None of the information you just posted suggests that the system cannot be burped the traditional way. The coolant fill tank/expansion tank is the highest point of the coolant system. Under pressure air goes up, in the 996 it will end up in the coolant fill tank/expansion tank. The pressure created by the cooling system bleeds the cooling system of air.

Basic physics is generally impossible to change.

Posted (edited)

Hey guys and gals Ive created some healthy debate with my query. Please dont argue everyone has there own opinion. Well I've booked the vehicle in for a cooling system service and $500.00 later I hope my baby works well. Call me an idiot but the fear is already in me and its like my girlfriend sais 'i know everywhere you go and see everything you do' so better play it safe :P . All in all I still dont understand why the Germans would design a sports car and place a 100ml rubber coolent house at the very base of the engine at such a vulnerable position. The coolent 'pipe' could have continued right through. Maybe time for a 997. Thank you for your coments. All the best.

Edited by James-Australia
Posted

So glad to hear you got things fixed up right. There are all sorts of sensitive vulnerable things under there! Would suggest NOT backing over any more footpath dividers. Since the car is lower than most, it requires careful attention in parking lots...those concrete parking curbs can do some real damage. You did learn a little bit about your car and now have some valuable experience..and the car turned out okay...so smile and drive!

  • Moderators
Posted (edited)

None of the information you just posted suggests that the system cannot be burped the traditional way. The coolant fill tank/expansion tank is the highest point of the coolant system. Under pressure air goes up, in the 996 it will end up in the coolant fill tank/expansion tank. The pressure created by the cooling system bleeds the cooling system of air.

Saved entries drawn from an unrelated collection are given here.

"""Calls and returns as the machine file marks them: loading, checks, and the debugger's use.

link8 (tests/machines/link8.toml) keeps its return address in a register
(`jl` links into lr, `jr` jumps through it), which no inference from the
micro-steps can tell from a plain jump; ref8 marks its stack call and return.
"""

from __future__ import annotations

from pathlib import Path

import pytest

import emu
from emu.debugger import call_shape
from emu.debugger import inferred_call_shape

from debugger_programs import session_for

LINK8_PATH = Path(__file__).parent / "machines" / "link8.toml"
LINK8_TEXT = LINK8_PATH.read_text(encoding="utf-8")
LINK8 = emu.load_machine(LINK8_PATH)
REF8 = emu.load_machine("ref8")

TWICE = """\
start:  set 1       ; 0
        jl twice    ; 2: a call through lr
        show        ; 4
        halt        ; 5
twice:  bump        ; 6
        bump
        jr
"""


@pytest.fixture(autouse=True)
def in_tmp(tmp_path, monkeypatch):
    monkeypatch.chdir(tmp_path)


def unmarked(text: str) -> str:
    return text.replace('call = "link"\nlink = "lr"\n', "").replace("returns = true\n", "")


def link8_with(old: str, new: str) -> str:
    assert LINK8_TEXT.count(old) == 1, old
    return LINK8_TEXT.replace(old, new)


def test_link8_marks_load_into_its_instructions():
    by_name = {ins.mnemonic: ins for ins in LINK8.instructions}
    assert by_name["jl"].call == emu.description.CallMark("link", "lr")
    assert by_name["jr"].returns and by_name["jr"].call is None
    assert not by_name["jmp"].returns and by_name["jmp"].call is None
    shape = call_shape(LINK8)
    assert shape.calls == {by_name["jl"].index} and shape.returns == {by_name["jr"].index}


def test_ref8_marks_say_what_the_inference_found():
    """ref8's contract (/work/shared/spec/ref8.md): call pushes the return address, ret pops it."""
    by_name = {ins.display: ins for ins in REF8.instructions}
    assert by_name["call addr"].call == emu.description.CallMark("stack", "sp")
    assert by_name["ret"].returns
    assert call_shape(REF8) == inferred_call_shape(REF8)


def test_without_marks_a_link_call_is_not_seen():
    assert call_shape(emu.machine_from_text(unmarked(LINK8_TEXT), "plain.toml")).calls == frozenset()


def test_over_steps_over_a_link_register_call(tmp_path):
    session = session_for(tmp_path, TWICE, LINK8, "twice.asm")
    session.execute("instr")
    assert session.emu.pc == 2
    assert session.execute("over").startswith("stepped over one instruction")
    assert session.emu.pc == 4 and session.emu.get("a") == 3


def test_over_on_an_unmarked_file_stops_inside_the_routine(tmp_path):
    """What the marks fix: the same machine without them treats jl as a plain jump."""
    machine = emu.machine_from_text(unmarked(LINK8_TEXT), "plain.toml")
    session = session_for(tmp_path, TWICE, machine, "twice.asm")
    session.execute("instr")
    session.execute("over")
    assert session.emu.pc == 6


def test_leave_returns_from_a_link_register_call(tmp_path):
    session = session_for(tmp_path, TWICE, LINK8, "twice.asm")
    session.execute("instr 3")
    assert session.emu.pc == 7 and session.emu.get("a") == 2
    assert session.execute("leave").startswith("returned to the caller")
    assert session.emu.pc == 4 and session.emu.get("a") == 3


def test_leave_is_refused_on_a_machine_with_no_return(tmp_path):
    machine = emu.machine_from_text(unmarked(LINK8_TEXT), "plain.toml")
    session = session_for(tmp_path, TWICE, machine, "twice.asm")
    assert session.execute("leave").startswith("error: link8 has no return instruction")


@pytest.mark.parametrize("old, new, message", [
    ('link = "lr"\n', 'link = "rl"\n', "instruction 'jl addr': 'link': there is no register 'rl' "
                                       "(registers: a, lr, pc, ir, t)"),
    ('link = "lr"\n', 'link = "pc"\n', "instruction 'jl addr': 'link': the program counter cannot be "
                                       "the link register"),
    ('link = "lr"\n', "", "instruction 'jl addr': a call = \"link\" needs 'link', naming the link register"),
    ('call = "link"\n', 'call = "jump"\n', "instruction 'jl addr': 'call' must be one of stack, link, "
                                           "not 'jump'"),
    ('call = "link"\n', 'call = "stack"\n', "instruction 'jl addr': 'link' names the register of a "
                                            "call = \"link\"; this instruction is a call through a stack"),
    ('call = "link"\n', "", "instruction 'jl addr': 'link' names the register of a call = \"link\"; "
                            "this instruction is no such call"),
    ('link = "lr"\n', 'link = "lr"\nreturns = true\n', "instruction 'jl addr': an instruction is a call "
                                                       "or a return, not both ('call' and 'returns = true')"),
    ("returns = true\n", 'returns = "yes"\n', "instruction 'jr': 'returns' must be true or false, not 'yes'"),
])
def test_bad_marks_are_refused_naming_the_instruction_and_key(old, new, message):
    with pytest.raises(emu.MachineError) as caught:
        emu.machine_from_text(link8_with(old, new), "bench/link.toml")
    assert message in str(caught.value)
    assert "bench/link.toml:" in str(caught.value)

Basic physics is generally impossible to change.

Unfortuantely, Lorem is correct; there are other "high points" in the cooling system, such as the oil cooler, that are traps for air. Even with multiple manual "burpings", it is not unusual to find air trapped in system, which does not dislodge under pressure. Vacuum filling totally eliminates any trapped air, and any chance for hot spots to form and potentially cause damage.